» **What you are asked to do**
Return the lines below that contain "count".

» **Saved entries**
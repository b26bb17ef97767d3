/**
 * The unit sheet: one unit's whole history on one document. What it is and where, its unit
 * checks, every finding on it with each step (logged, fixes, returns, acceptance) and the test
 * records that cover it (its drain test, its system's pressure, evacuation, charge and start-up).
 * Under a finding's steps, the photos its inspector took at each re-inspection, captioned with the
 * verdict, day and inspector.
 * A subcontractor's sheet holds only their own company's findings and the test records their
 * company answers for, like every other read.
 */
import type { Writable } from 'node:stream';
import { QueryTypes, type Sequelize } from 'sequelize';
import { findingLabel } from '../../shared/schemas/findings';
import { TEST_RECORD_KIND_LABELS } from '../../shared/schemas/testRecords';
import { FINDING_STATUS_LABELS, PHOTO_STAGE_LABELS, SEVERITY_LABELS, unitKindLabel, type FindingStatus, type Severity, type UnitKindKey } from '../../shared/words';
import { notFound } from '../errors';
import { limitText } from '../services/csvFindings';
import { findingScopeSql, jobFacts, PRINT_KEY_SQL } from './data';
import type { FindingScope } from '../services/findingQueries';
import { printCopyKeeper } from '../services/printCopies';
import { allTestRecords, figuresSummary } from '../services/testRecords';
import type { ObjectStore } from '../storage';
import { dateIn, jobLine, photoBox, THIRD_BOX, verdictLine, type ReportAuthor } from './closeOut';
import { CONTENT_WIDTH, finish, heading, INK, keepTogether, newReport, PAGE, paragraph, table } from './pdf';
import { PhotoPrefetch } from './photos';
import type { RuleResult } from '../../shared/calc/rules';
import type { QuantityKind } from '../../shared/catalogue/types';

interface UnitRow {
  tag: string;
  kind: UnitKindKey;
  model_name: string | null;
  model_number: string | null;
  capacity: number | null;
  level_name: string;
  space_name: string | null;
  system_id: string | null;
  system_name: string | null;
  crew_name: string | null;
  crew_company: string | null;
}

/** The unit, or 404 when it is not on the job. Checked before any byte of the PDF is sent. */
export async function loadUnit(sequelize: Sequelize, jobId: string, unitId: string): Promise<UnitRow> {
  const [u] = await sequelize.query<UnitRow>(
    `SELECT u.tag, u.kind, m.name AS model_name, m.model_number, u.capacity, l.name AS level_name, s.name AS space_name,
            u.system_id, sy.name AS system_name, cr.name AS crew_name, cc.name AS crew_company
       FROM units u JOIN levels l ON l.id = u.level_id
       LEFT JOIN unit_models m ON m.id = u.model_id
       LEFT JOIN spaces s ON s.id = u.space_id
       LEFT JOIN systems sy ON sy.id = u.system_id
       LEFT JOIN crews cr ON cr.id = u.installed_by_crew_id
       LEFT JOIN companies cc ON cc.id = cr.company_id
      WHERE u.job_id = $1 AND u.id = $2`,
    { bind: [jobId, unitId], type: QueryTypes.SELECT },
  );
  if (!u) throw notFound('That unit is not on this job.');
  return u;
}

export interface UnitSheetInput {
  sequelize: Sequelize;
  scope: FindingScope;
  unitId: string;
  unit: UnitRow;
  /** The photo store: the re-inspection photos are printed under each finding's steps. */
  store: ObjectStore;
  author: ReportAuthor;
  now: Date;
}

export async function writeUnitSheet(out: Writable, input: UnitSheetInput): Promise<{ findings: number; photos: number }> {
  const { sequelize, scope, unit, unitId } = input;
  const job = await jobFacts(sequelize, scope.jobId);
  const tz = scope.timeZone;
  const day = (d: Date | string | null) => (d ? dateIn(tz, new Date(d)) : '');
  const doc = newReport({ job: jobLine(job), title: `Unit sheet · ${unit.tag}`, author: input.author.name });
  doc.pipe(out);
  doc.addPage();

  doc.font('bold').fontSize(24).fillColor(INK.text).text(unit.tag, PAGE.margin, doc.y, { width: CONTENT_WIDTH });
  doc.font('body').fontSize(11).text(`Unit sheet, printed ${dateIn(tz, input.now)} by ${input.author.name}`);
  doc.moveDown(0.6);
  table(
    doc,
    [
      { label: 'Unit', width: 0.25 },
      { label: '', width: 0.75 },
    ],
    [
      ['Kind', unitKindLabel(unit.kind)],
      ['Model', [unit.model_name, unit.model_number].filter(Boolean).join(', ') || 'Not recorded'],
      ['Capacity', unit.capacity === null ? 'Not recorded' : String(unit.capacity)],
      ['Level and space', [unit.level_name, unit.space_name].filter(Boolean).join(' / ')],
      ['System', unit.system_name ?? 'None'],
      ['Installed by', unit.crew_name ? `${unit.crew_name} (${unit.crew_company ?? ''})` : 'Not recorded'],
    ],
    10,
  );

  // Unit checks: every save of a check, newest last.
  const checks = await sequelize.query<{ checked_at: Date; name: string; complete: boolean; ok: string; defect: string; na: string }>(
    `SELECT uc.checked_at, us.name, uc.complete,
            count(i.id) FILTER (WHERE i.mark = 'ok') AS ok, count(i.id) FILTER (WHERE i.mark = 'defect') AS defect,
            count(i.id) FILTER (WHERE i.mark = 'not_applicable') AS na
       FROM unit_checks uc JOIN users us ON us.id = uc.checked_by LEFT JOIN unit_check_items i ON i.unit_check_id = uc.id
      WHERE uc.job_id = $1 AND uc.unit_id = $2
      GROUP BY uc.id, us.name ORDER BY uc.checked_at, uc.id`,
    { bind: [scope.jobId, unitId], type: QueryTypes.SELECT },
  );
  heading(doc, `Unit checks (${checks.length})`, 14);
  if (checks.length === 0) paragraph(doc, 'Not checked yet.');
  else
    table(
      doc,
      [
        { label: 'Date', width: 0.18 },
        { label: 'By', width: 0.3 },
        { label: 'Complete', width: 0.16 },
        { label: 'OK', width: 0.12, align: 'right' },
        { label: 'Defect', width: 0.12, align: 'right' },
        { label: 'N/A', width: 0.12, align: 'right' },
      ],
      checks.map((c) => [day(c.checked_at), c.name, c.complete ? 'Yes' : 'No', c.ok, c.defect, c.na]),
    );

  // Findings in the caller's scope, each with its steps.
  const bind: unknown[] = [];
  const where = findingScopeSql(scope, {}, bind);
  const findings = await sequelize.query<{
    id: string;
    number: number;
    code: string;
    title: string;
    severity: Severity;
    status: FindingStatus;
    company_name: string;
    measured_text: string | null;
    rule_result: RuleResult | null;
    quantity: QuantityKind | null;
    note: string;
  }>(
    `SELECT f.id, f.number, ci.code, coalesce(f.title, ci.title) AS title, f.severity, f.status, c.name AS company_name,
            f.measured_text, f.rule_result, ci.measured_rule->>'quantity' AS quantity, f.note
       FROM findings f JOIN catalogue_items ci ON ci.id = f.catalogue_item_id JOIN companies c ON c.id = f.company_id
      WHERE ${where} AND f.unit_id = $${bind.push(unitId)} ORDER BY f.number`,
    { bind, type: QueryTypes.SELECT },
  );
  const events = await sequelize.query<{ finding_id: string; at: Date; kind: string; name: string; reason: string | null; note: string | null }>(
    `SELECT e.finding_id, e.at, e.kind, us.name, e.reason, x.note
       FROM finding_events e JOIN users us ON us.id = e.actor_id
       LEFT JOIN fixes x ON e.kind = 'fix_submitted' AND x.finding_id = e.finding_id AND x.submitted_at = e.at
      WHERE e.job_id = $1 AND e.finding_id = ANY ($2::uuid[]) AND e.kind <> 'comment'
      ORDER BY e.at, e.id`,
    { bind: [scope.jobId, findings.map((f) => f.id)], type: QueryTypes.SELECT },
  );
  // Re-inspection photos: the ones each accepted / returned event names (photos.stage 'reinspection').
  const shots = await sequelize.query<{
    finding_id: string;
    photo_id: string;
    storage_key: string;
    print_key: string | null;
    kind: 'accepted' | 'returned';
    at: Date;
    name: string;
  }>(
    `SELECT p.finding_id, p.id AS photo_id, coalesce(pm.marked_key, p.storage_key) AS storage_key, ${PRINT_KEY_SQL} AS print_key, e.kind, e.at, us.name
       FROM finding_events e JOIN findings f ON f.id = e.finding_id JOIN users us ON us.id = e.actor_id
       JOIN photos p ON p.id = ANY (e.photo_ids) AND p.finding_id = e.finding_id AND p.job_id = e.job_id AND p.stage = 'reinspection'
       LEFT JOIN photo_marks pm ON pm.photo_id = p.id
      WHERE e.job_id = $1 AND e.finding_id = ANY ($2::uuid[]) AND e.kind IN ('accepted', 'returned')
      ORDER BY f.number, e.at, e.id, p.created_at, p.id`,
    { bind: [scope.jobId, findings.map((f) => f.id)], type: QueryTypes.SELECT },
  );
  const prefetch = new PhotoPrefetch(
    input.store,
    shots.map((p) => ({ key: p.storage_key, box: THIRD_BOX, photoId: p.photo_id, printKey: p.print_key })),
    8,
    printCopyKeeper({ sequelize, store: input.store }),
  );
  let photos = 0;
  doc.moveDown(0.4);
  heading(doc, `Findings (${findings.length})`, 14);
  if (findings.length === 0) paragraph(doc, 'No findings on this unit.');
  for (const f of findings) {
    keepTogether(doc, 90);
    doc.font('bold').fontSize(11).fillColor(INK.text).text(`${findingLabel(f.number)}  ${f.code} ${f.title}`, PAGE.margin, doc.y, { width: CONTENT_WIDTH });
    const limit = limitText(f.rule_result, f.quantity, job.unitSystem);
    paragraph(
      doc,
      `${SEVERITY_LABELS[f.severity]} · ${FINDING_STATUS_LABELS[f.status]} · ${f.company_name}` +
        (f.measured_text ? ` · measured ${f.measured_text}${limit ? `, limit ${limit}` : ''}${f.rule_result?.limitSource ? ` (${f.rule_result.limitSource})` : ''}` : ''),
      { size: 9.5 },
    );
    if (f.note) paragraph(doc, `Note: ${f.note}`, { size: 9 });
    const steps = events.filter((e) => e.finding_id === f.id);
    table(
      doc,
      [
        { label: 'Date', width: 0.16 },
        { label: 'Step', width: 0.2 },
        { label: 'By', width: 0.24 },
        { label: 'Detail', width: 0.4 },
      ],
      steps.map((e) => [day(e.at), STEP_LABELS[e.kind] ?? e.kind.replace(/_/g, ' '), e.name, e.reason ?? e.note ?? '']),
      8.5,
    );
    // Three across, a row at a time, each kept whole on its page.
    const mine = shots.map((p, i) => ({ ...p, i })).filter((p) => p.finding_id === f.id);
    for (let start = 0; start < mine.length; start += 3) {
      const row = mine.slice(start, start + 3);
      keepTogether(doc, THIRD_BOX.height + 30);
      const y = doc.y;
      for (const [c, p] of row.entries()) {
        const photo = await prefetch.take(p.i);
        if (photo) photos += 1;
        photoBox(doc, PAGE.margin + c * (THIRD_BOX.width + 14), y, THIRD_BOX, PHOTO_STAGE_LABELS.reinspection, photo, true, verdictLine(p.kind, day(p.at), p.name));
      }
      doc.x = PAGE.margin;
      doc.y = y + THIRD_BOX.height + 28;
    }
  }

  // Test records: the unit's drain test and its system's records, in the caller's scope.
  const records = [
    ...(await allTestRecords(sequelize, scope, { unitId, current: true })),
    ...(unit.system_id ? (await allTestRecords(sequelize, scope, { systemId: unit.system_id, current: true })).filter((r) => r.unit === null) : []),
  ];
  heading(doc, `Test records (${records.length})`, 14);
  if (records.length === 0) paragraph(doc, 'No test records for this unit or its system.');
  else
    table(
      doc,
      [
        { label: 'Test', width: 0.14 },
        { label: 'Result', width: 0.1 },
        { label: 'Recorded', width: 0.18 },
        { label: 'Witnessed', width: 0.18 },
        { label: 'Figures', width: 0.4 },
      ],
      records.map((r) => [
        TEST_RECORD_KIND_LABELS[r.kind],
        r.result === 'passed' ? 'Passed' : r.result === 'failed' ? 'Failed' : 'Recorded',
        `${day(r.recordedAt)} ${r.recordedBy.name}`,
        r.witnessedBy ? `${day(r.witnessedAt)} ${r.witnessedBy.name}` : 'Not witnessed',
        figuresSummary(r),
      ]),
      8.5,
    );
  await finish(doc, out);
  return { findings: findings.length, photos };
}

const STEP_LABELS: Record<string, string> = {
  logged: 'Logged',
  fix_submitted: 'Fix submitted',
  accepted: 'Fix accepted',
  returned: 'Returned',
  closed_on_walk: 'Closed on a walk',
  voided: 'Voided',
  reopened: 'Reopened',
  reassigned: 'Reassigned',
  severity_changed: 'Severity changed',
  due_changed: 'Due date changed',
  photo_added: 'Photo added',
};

» **Response to the task**
            count(i.id) FILTER (WHERE i.mark = 'ok') AS ok, count(i.id) FILTER (WHERE i.mark = 'defect') AS defect,
            count(i.id) FILTER (WHERE i.mark = 'not_applicable') AS na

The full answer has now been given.